Embodiments of the present invention will be described below with reference to the drawings. Since the structure of the present invention is basically the same as that of the conventional one, the drawings for explaining the present embodiment relate to members having the same structure as the members shown in the conventional drawings, and correspond to it. The same reference numerals are used. Further, the present invention aims to provide a smaller one than the conventional one, but in the present embodiment, for convenience, it is premised that the dimensions of the members constituting the present invention are the same as those of the conventional one. And explain.

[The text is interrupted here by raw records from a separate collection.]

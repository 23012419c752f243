import type { DataSource } from "typeorm";
import { runAnalysis } from "../../modules/analyses/analysis.service.js";
import { storeDataset } from "../../modules/datasets/dataset.service.js";
import { approve, requestChanges, submitForReview } from "../../modules/reviews/review.service.js";
import { Study } from "../../modules/studies/study.entity.js";
import { createStudy, lockPlan, saveDesign, savePlan } from "../../modules/studies/study.service.js";
import { User } from "../../modules/users/user.entity.js";
import { demoScenarios, type DemoScenario } from "./demo-data/scenarios.js";

/** Where each demo study is left, so every role has something to do on first sign-in. */
export const DEMO_STAGES = {
  "Compressive strength of test cylinders under four curing methods": "approved",
  "Call handling time under three routing rules": "in-review",
  "Seedling height under three light schedules": "changes-requested",
} as const;

/** An invented study still being planned: design answered, plan saved but not locked. */
export const DEMO_DRAFT = {
  title: "Drying time of a primer coat at three humidity settings",
  objective:
    "Find out whether the relative humidity in the spray booth changes how long the primer takes to become touch-dry, before the booth's settings are fixed.",
  outcomeName: "Touch-dry time",
  outcomeUnit: "min",
  factorName: "Relative humidity",
  levels: ["40 %", "55 %", "70 %"],
  controlLevel: null,
  context: "general" as const,
  design: {
    independence: "independent" as const,
    scale: "continuous" as const,
    question: "means" as const,
    groupSizes: "equal" as const,
    hasControl: "no" as const,
    comparisons: "all-pairs" as const,
    assignment: "randomized" as const,
  },
};

/** The reviewer's invented comments on the study sent back. */
const SENT_BACK = {
  comment: "Please say how the two bolted plants are handled before I can sign this.",
  stepComments: [
    {
      step: "data" as const,
      body: "Two plants (16 h and 20 h light) are far taller than the rest; state whether they stay in, and why.",
    },
    {
      step: "results" as const,
      body: "Give the shift of each schedule against 12 h light with its interval, not only the p-values.",
    },
  ],
};

const BASE_URL = "http://localhost:3000";

type ActorOf = (u: User) => { user: Express.User; ip: null };
const actorOf: ActorOf = (u) => ({
  user: { id: u.id, email: u.email, displayName: u.displayName, role: u.role, active: true } as Express.User,
  ip: null,
});

/**
 * Seeds the invented demo studies through the same services the API uses, so the first
 * sign-in shows the whole life cycle: one study being planned (draft), one awaiting review,
 * one sent back with comments at the steps they concern, and one approved with its report.
 * The approval signs with the reviewer's demo password, as a person would. Runs once:
 * skipped when the demo analyst already has studies.
 */
export async function seedDemoStudies(ds: DataSource, reviewerPassword: string): Promise<void> {
  const users = ds.getRepository(User);
  const analystUser = await users.findOneBy({ email: "analyst@waymark.test" });
  const reviewerUser = await users.findOneBy({ email: "reviewer@waymark.test" });
  if (!analystUser || !reviewerUser) return;
  if (await ds.getRepository(Study).existsBy({ ownerId: analystUser.id })) return;
  const analyst = actorOf(analystUser);
  const reviewer = actorOf(reviewerUser);

  for (const s of demoScenarios()) {
    const studyId = await analysedScenario(ds, analyst, s);
    const stage = DEMO_STAGES[s.title as keyof typeof DEMO_STAGES];
    if (!stage) continue;
    await submitForReview(ds, analyst, studyId, undefined, BASE_URL);
    if (stage === "approved")
      await approve(
        ds,
        reviewer,
        studyId,
        { password: reviewerPassword, meaning: "Approved as the analysis of record" },
        BASE_URL,
      );
    if (stage === "changes-requested") await requestChanges(ds, reviewer, studyId, SENT_BACK, BASE_URL);
  }

  const { design, ...details } = DEMO_DRAFT;
  const draft = await createStudy(ds, analyst, details);
  await saveDesign(ds, analyst, draft.id, design);
  await savePlan(ds, analyst, draft.id, { power: { effectF: 0.4, targetPower: 0.8 } });
}

/** A scenario carried from design to a stored analysis; returns the study's id. */
async function analysedScenario(
  ds: DataSource,
  actor: ReturnType<ActorOf>,
  s: DemoScenario,
): Promise<number> {
  const study = await createStudy(ds, actor, {
    title: s.title,
    objective: s.objective,
    outcomeName: s.outcomeName,
    outcomeUnit: s.outcomeUnit,
    factorName: s.factorName,
    levels: s.levels,
    controlLevel: s.controlLevel,
    context: s.context,
  });
  await saveDesign(ds, actor, study.id, s.design);
  await savePlan(ds, actor, study.id, { power: { effectF: s.effectF, targetPower: 0.8 } });
  await lockPlan(ds, actor, study.id);
  const bytes = Buffer.from(s.csv, "utf8");
  const [groupColumn, outcomeColumn] = s.csv
    .split("\n")[0]!
    .split(",")
    .map((h) => h.replace(/^"|"$/g, ""));
  const { dataset } = await storeDataset(
    ds,
    actor,
    study.id,
    { originalname: s.fileName, mimetype: "text/csv", buffer: bytes, size: bytes.length },
    { layout: "long", groupColumn, outcomeColumn },
  );
  await runAnalysis(ds, actor, study.id, { datasetId: dataset.id });
  return study.id;
}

FIG. 1 is a principle configuration diagram of a non-contact power feeding device according to an embodiment of the present invention. As shown in the figure, the contactless power feeding device of this embodiment is similar to the conventional one, and the rail member 11, which constitutes the power feeding unit 1 itself of the transport system,
And the parallel feed lines 12a and 12b, and the E-shaped core 2 mounted on the side of the moving body 20 (different from the conventional moving body 2).
1, a secondary coil 22, a motor drive circuit 31 (different from the conventional motor drive circuit 23), and a magnetic coupling variable mechanism (details will be described later) composed of a plurality of members.

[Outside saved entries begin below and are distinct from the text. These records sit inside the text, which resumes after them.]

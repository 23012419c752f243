import { beforeAll, describe, expect, it } from "vitest";
import { signedIn } from "../../test-support/agents.js";
import { makeTestApp } from "../../test-support/test-app.js";
import { seedDemoStudies } from "./demo-studies.js";

// Every sentence the product writes about the demo studies — study status, checks, the plan's
// test and its reasons, the error-rate check, sensitivity analyses, result summaries and the
// report preview — read by the rules of plain English the product promises (common practice):
// test names capitalised, no doubled articles, singular after 1, units exactly as entered.

let sentences: { where: string; text: string }[] = [];
let units: string[] = [];

/** Every string inside a JSON value, with the path it came from. */
function strings(value: unknown, where: string, out: { where: string; text: string }[]) {
  if (typeof value === "string") out.push({ where, text: value });
  else if (Array.isArray(value)) value.forEach((v, i) => strings(v, `${where}[${i}]`, out));
  else if (value && typeof value === "object")
    for (const [k, v] of Object.entries(value)) strings(v, `${where}.${k}`, out);
}

/** Keys whose strings are sentences a person reads (not ids, names or dates). */
const PROSE =
  /\.(text|detail|label|action|reason|reasons|summary|notes|caption|items)(\[\d+\])?$|warnings\[\d+\]$/;

beforeAll(async () => {
  const t = await makeTestApp();
  await seedDemoStudies(t.ds, t.env.demoPassword);
  const analyst = await signedIn(t.app, "analyst", t.env.demoPassword);
  const reviewer = await signedIn(t.app, "reviewer", t.env.demoPassword);
  const all: { where: string; text: string }[] = [];
  const studies = (await analyst.get("/api/studies").expect(200)).body.studies as {
    id: number;
    outcomeUnit: string;
    latestDataset: { id: number } | null;
  }[];
  units = studies.map((s) => s.outcomeUnit).filter((u) => u.length > 0);
  for (const s of studies) {
    strings(s, `study ${s.id}`, all);
    if (s.latestDataset) {
      const checks = await analyst
        .get(`/api/studies/${s.id}/datasets/${s.latestDataset.id}/checks`)
        .expect(200);
      strings({ checks: checks.body.checks, readings: checks.body.readings }, `checks ${s.id}`, all);
    }
    const analyses = (await analyst.get(`/api/studies/${s.id}/analyses`).expect(200)).body.analyses;
    strings(analyses, `analyses ${s.id}`, all);
    const preview = await analyst.get(`/api/studies/${s.id}/report/preview?draft=1`);
    if (preview.status === 200) strings(preview.body, `report ${s.id}`, all);
    const approved = await reviewer.get(`/api/studies/${s.id}/report/preview`);
    if (approved.status === 200) strings(approved.body, `approved report ${s.id}`, all);
  }
  sentences = all.filter((x) => PROSE.test(x.where) && /\s/.test(x.text));
  await t.services.stop();
}, 180_000);

describe("every sentence the product writes for the demo studies", () => {
  it("has enough sentences to mean something", () => {
    expect(sentences.length).toBeGreaterThan(100);
  });

  it("capitalises the names of tests and methods", () => {
    const lower =
      /\b(welch's|kruskal–wallis|tukey–kramer|games–howell|dunn's|dunnett's|shapiro–wilk|brown–forsythe|levene's|bartlett's|hodges–lehmann)\b/;
    expect(sentences.filter((s) => lower.test(s.text))).toEqual([]);
  });

  it("has no doubled articles", () => {
    const doubled = /\b(the|a|an) (the|a|an)\b/i;
    expect(sentences.filter((s) => doubled.test(s.text))).toEqual([]);
  });

  it("puts a singular noun after 1", () => {
    const plural =
      /(?<![\d.,])\b1 (comparisons|values|groups|rows|pairs|tests|runs|versions|comments|analyses)\b/;
    expect(sentences.filter((s) => plural.test(s.text))).toEqual([]);
  });

  it("writes units as they were entered", () => {
    for (const unit of units) {
      const lowered = unit.toLowerCase();
      if (lowered === unit) continue;
      const mangled = new RegExp(`\\(${lowered.replace(/[.*+?^${}()|[\]\\]/g, "\\$&")}\\)`);
      expect(sentences.filter((s) => mangled.test(s.text))).toEqual([]);
    }
    expect(sentences.some((s) => units.some((u) => s.text.includes(u)))).toBe(true);
  });

  it("never prints NaN, Infinity, undefined or an object in prose", () => {
    // "F is undefined" is the mathematical statement of a reason, not a leaked value.
    const leaked = /\bNaN\b|Infinity|\[object|(?<!is |are )\bundefined\b/;
    expect(sentences.filter((s) => leaked.test(s.text))).toEqual([]);
  });
});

Of these, the power feeding unit 1 is the same as the conventional ones with respect to all the members constituting the power feeding unit 1, and the entire power feeding unit 1 constitutes a part of the configuration for realizing the contactless power feeding device. are doing.

That is, the rail member 11 made of paramagnetic material such as aluminum has a U-shaped cross section, and the parallel feed lines 12a and 12b are both made of an insulating material such as synthetic resin. The support members 13a and 13b are continuously laid along the longitudinal direction of the rail member 11 so as to be supported in a state of being separated from the inner wall of the side of the rail member 11, respectively. Then, the power feeding unit 1 having the above-described configuration uses a predetermined fixing tool on the floor surface of the premises such as a warehouse along the transportation route of the luggage when constructing an actual transportation system, just as in the conventional case. In this state, the high frequency current supplied from the predetermined power supply device is applied to the parallel feed lines 12a and 12b.
Is designed to be energized.

On the other hand, in order to realize this non-contact power supply device, the member mounted on the moving body 20 side is the E-shaped core 21.
The secondary coil 22 and the secondary coil 22 are exactly the same as the conventional ones, but the motor drive circuit 31 has some functions added to the conventional one, and further the conventional fixed shaft 25 and its peripheral members. Instead, a magnetic coupling variable mechanism is newly provided.

That is, the E-shaped core 21 made of a ferrimagnetic material such as ferrite is provided with a core holder 24 and a slide holder so that the parallel feed lines 12a and 12b are respectively located between the opposing projecting sides. Through the shaft (eg, ball screw) 32, the structural member 33
It is held by a gear box (e.g., worm gear) 34 installed inside (unlike the conventional structural member 27). The gear box 34 has a shaft (denoted by a reference numeral) of a moving motor 35 for obtaining power for moving the E-shaped core 21 in the depth direction of the rail member 11 (left-right direction in the drawing). Suzu) is connected. In other words, the above slide shaft 3
2, the distance between the inner wall of the side of the rail member 11 and the tip of the protruding side of the E-shaped core 21 (details will be described later) is provided to the non-contact power feeding device by the gear box 34 and the moving motor 35. A magnetic coupling variable mechanism for varying is configured.
Further, the secondary coil 22 is one of the projecting sides of the E-shaped core 21.
It is wound around the protrusion located at the center thereof, and according to the above-mentioned principle, a predetermined induced electromotive force is constantly induced according to the high-frequency current supplied to the parallel feed lines 12a and 12b. Further, the motor drive circuit 31 generates from the induced electromotive force various motor drive voltages necessary for driving various motors mounted on the moving body 20, and outputs the generated various motor drive voltages to various motors. Is controlled in time.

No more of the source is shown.